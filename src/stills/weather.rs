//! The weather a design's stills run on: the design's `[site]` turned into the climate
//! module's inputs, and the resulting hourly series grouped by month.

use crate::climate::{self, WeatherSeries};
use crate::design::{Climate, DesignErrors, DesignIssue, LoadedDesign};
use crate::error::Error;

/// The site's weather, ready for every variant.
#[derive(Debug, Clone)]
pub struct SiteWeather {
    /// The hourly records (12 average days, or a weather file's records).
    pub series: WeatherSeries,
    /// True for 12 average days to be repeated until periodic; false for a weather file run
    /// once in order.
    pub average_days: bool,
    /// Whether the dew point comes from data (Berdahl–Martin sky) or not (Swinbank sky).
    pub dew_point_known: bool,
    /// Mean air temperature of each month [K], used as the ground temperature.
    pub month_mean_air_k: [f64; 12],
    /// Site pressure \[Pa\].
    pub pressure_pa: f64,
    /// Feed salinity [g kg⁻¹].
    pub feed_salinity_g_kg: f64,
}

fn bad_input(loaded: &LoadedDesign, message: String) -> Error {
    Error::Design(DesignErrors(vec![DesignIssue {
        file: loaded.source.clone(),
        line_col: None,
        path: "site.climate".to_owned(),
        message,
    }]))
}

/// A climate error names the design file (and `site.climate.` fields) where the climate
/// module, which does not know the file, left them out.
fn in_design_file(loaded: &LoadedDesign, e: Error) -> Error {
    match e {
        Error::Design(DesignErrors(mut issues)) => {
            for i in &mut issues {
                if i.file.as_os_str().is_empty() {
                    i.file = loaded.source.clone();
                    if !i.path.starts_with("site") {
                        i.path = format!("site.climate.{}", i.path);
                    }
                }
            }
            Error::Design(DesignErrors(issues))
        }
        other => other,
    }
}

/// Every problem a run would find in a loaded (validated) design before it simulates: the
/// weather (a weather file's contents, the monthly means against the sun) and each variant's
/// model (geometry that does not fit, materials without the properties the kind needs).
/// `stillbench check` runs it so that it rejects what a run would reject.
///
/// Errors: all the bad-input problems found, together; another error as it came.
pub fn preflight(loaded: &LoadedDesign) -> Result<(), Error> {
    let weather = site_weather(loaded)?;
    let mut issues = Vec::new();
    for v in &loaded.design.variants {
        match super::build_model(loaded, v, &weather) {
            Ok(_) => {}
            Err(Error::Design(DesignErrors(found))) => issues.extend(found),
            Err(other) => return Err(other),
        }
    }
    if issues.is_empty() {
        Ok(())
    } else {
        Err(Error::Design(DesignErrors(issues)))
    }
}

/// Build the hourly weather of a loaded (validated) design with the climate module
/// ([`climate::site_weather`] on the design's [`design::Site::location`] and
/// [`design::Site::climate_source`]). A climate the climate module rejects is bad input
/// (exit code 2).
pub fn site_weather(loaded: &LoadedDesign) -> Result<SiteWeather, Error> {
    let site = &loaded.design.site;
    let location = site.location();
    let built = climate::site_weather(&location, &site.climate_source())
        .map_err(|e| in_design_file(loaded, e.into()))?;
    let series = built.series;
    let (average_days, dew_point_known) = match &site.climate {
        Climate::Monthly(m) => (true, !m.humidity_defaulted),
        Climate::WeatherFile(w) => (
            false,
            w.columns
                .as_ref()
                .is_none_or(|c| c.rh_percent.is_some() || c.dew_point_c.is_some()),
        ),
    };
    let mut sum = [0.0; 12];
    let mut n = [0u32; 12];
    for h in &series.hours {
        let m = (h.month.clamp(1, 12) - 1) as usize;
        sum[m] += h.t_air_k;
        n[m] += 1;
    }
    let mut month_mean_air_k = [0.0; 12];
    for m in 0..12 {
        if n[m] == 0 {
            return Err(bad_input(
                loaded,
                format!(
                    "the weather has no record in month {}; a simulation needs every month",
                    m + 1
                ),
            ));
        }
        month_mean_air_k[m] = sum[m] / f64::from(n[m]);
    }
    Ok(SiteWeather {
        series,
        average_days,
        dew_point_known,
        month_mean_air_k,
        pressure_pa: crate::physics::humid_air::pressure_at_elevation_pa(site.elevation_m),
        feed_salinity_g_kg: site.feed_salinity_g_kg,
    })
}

══════════════════════════════

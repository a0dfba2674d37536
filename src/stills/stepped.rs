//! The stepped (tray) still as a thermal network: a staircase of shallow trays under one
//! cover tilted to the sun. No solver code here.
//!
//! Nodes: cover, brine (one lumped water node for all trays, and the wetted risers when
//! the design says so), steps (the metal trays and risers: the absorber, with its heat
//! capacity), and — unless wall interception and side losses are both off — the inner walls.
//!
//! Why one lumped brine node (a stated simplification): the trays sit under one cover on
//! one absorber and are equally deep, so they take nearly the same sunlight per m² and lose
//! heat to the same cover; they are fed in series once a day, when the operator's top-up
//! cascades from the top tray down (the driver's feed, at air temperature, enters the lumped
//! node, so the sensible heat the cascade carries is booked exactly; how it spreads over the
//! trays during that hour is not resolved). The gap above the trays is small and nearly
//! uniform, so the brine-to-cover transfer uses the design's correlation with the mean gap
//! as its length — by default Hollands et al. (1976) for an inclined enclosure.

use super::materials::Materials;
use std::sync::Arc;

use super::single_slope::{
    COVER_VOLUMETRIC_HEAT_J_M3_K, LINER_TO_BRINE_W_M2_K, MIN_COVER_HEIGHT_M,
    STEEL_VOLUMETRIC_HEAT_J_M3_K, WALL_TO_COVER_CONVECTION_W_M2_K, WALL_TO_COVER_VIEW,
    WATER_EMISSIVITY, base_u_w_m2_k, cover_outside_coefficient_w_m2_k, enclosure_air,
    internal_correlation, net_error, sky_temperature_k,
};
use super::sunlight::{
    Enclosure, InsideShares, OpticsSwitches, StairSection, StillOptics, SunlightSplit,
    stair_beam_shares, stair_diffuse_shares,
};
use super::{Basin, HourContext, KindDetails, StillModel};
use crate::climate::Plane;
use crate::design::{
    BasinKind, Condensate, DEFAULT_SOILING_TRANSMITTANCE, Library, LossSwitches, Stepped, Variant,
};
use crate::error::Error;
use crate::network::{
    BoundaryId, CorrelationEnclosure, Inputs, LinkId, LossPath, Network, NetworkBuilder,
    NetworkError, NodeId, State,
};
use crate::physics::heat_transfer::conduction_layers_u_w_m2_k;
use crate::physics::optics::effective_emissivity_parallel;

══════════════════════════════

> [What you have to do]: Reproduce exactly, and with no other material, the lines between those holding "Error::Design(DesignErrors(mut issues)) =>" and "let weather = site_weather(loaded)?;", inclusive.

> [Exercise solution]:
        Error::Design(DesignErrors(mut issues)) => {
            for i in &mut issues {
                if i.file.as_os_str().is_empty() {
                    i.file = loaded.source.clone();
                    if !i.path.starts_with("site") {
                        i.path = format!("site.climate.{}", i.path);
                    }
                }
            }
            Error::Design(DesignErrors(issues))
        }
        other => other,
    }
}

/// Every problem a run would find in a loaded (validated) design before it simulates: the
/// weather (a weather file's contents, the monthly means against the sun) and each variant's
/// model (geometry that does not fit, materials without the properties the kind needs).
/// `stillbench check` runs it so that it rejects what a run would reject.
///
/// Errors: all the bad-input problems found, together; another error as it came.
pub fn preflight(loaded: &LoadedDesign) -> Result<(), Error> {
    let weather = site_weather(loaded)?;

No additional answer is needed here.